We graded the strength of evidence for each Key Question using the four key categories recommended in the AHRQ Methods Guide.45 A “high” grade indicates high confidence that the evidence reflects the true effect and that further research is very unlikely to change our confidence in the estimate of effect. A “moderate” grade indicates moderate confidence that the evidence reflects the true effect and further research may change our confidence in the estimate of effect and may change the estimate. A “low” grade indicates low confidence that the evidence reflects the true effect and further research is likely to change the confidence in the estimate of effect and is likely to change the estimate. An “insufficient” grade indicates evidence either is unavailable or is too limited to permit any conclusion.

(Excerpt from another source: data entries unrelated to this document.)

//! The flash store: settings, named datasets and the results log on NOR flash, kept
//! through power cuts.
//!
//! Two areas of the flash, each a whole number of erase pages:
//! - the **map** area, a sequential-storage map from `u32` keys to byte values: the
//!   settings record, one commit record per dataset slot, and the dataset chunks;
//! - the **log** area, a sequential-storage queue of [`LogEntry`] records, oldest first.
//!
//! Both areas may be on one NOR flash, or on two flash types of different erase sizes
//! ([`TwoFlash`], as the board's 16 KiB and 128 KiB sectors): see [`Areas`].
//! The board's layout of the two areas, which the simulator's flash image copies, is
//! in [`layout`].
//!
//! A dataset is split into chunks of at most [`CHUNK_BYTES`] (a map item must fit in one
//! erase page, and a long sounding does not). Each slot has two banks of chunk keys; a new
//! generation of a dataset writes all its chunks into the bank the current generation
//! does not use, then one commit record (kind, name, generation, length, CRC-32 of the
//! whole dataset, chunk size). The commit is a single map item, so it is there or not:
//! a reader follows the commit to chunks of its own generation (each chunk carries the
//! generation number) and checks the CRC, so it never sees a mix of generations. Every
//! commit is checked at boot.
//!
//! Nothing is removed in place: a deleted dataset's commit and chunks are overwritten by
//! tombstones (a newer value for the same key), which works on flash that may not be
//! written twice. The log's oldest entries go only when [`FlashStore::log_drop_oldest`]
//! is called; [`FlashStore::log_warning`] says when the log is nearly full.
//!
//! The flash seen by sequential-storage must have a write size of at least 4 bytes
//! (its map loses items under power cuts on 1-byte words: docs/reliability.md).

pub mod blocking;
pub mod layout;
pub mod sim;

use core::ops::Range;

use embedded_storage::nor_flash::{MultiwriteNorFlash, NorFlash, ReadNorFlash};
use sequential_storage::cache::{Cache, Uncached};
use sequential_storage::map::{MapConfig, MapStorage};
use sequential_storage::queue::{QueueConfig, QueueStorage};

use self::blocking::{block_on, Async};
use crate::records::{LogEntry, Record};
use crate::settings::Settings;
use crate::storage::{
    valid_name, Catalog, DataHead, DataInfo, DataKind, DataName, Storage, StoreError, MAX_DATASETS,
};

/// Most bytes of dataset per chunk (less on flash with small pages).
pub const CHUNK_BYTES: usize = 1024;
/// Largest dataset, bytes: the largest sounding with room to spare.
pub const MAX_DATASET_BYTES: usize = 16 * 1024;
/// Smallest write size accepted (see the module documentation).
pub const MIN_WRITE_SIZE: usize = 4;
/// Bytes a chunk value carries besides its data: the generation number.
const CHUNK_HEAD: usize = 4;
/// Working buffer: one chunk item with its key, rounded up for 32-byte flash words.
const BUF_BYTES: usize = CHUNK_BYTES + CHUNK_HEAD + 64;
/// Most chunks of one dataset.
const MAX_CHUNKS: usize = 64;

/// The log counts as nearly full below this share of its area (1/8: our choice, about a
/// day of entries on the board's 128 KiB log).
pub const LOG_WARN_DIVISOR: u32 = 8;

type NoCache<K> = Cache<Uncached, Uncached, Uncached, K>;

/// The CRC-32 of datasets (ISO-HDLC, as in zlib and Ethernet).
pub static CRC32: crc::Crc<u32> = crc::Crc::<u32>::new(&crc::CRC_32_ISO_HDLC);

const SETTINGS_KEY: u32 = 1;
const COMMIT_TAG: u8 = 0xC1;
const COMMIT_VERSION: u8 = 1;
const TOMBSTONE: u8 = 0;

fn commit_key(slot: usize) -> u32 {
    0x0100_0000 | slot as u32
}

fn chunk_key(slot: usize, bank: u32, index: usize) -> u32 {
    0x0200_0000 | (slot as u32) << 16 | (bank & 1) << 8 | index as u32
}

/// CRC-32 (ISO-HDLC, as in zlib and Ethernet) of `bytes`.
pub fn crc32(bytes: &[u8]) -> u32 {
    CRC32.checksum(bytes)
}

/// A dataset's commit record.
#[derive(Debug, Clone, PartialEq, Eq, serde::Serialize, serde::Deserialize)]
struct Commit {
    kind: u8,
    name: DataName,
    gen: u32,
    len: u32,
    crc: u32,
    chunk: u16,
}

impl Commit {
    fn chunks(&self) -> usize {
        (self.len as usize).div_ceil(self.chunk.max(1) as usize)
    }
    fn encode(&self, buf: &mut [u8]) -> Result<usize, StoreError> {
        let (head, body) = buf.split_at_mut_checked(2).ok_or(StoreError::Damaged)?;
        head.copy_from_slice(&[COMMIT_TAG, COMMIT_VERSION]);
        let n = postcard::to_slice(self, body)
            .map_err(|_| StoreError::Damaged)?
            .len();
        Ok(2 + n)
    }
}

/// What a slot's commit key holds.
#[derive(Debug, Clone, PartialEq, Eq)]
enum Slot {
    /// Never used, or deleted at generation `gen`.
    Free { gen: u32 },
    /// A dataset, checked at boot.
    Used(Commit),
    /// A dataset whose chunks do not match its commit (kept until deleted).
    Damaged(Commit),
    /// A commit this firmware cannot read (a newer one wrote it): left alone.
    Foreign,
}

/// One area's state after boot.
#[derive(Debug, Clone, Copy, PartialEq, Eq)]
#[cfg_attr(feature = "defmt", derive(defmt::Format))]
pub enum AreaState {
    /// Read without trouble.
    Ok,
    /// Could not be read even after sequential-storage's repair: its data cannot be
    /// trusted until the user erases the area ([`FlashStore::erase_datasets`],
    /// [`FlashStore::erase_log`]). Nothing is erased without being asked.
    Unreadable,
}

/// What the store found at boot.
#[derive(Debug, Clone, Copy, PartialEq, Eq)]
#[cfg_attr(feature = "defmt", derive(defmt::Format))]
pub struct Health {
    /// The map area (settings and datasets).
    pub map: AreaState,
    /// The log area.
    pub log: AreaState,
    /// Datasets whose chunks do not match their commit record.
    pub damaged: u8,
    /// Commit records written by a newer firmware.
    pub foreign: u8,
    /// Whether a settings record was there but could not be read.
    pub settings_lost: bool,
    /// Log entries that could not be read (skipped).
    pub log_skipped: u16,
}

impl Health {
    /// Both areas readable, nothing damaged, lost or skipped.
    pub const OK: Health = Health {
        map: AreaState::Ok,
        log: AreaState::Ok,
        damaged: 0,
        foreign: 0,
        settings_lost: false,
        log_skipped: 0,
    };
}

/// A warning that the log is filling up.
#[derive(Debug, Clone, Copy, PartialEq, Eq)]
#[cfg_attr(feature = "defmt", derive(defmt::Format))]
pub struct LogWarning {
    /// Bytes left.
    pub free: u32,
    /// Bytes of the log area.
    pub capacity: u32,
}

impl core::fmt::Display for LogWarning {
    fn fmt(&self, f: &mut core::fmt::Formatter<'_>) -> core::fmt::Result {
        write!(
            f,
            "results log nearly full ({} of {} bytes left): export it, then clear old entries",
            self.free, self.capacity
        )
    }
}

Peer Review and Public Commentary

Experts in gastroenterology, hepatology, primary care, and prevention, and individuals representing stakeholder and user communities were invited to provide external peer review of a draft of this CER; AHRQ and an EPC associate editor also provided comments. The draft report was posted on the AHRQ Web site for 4 weeks to elicit public comment. All comments were reviewed and addressed as documented in a disposition of comments report that will be made available 3 months after the Agency posts the final CER on the AHRQ Web site www.effectivehealthcare.ahrq.gov.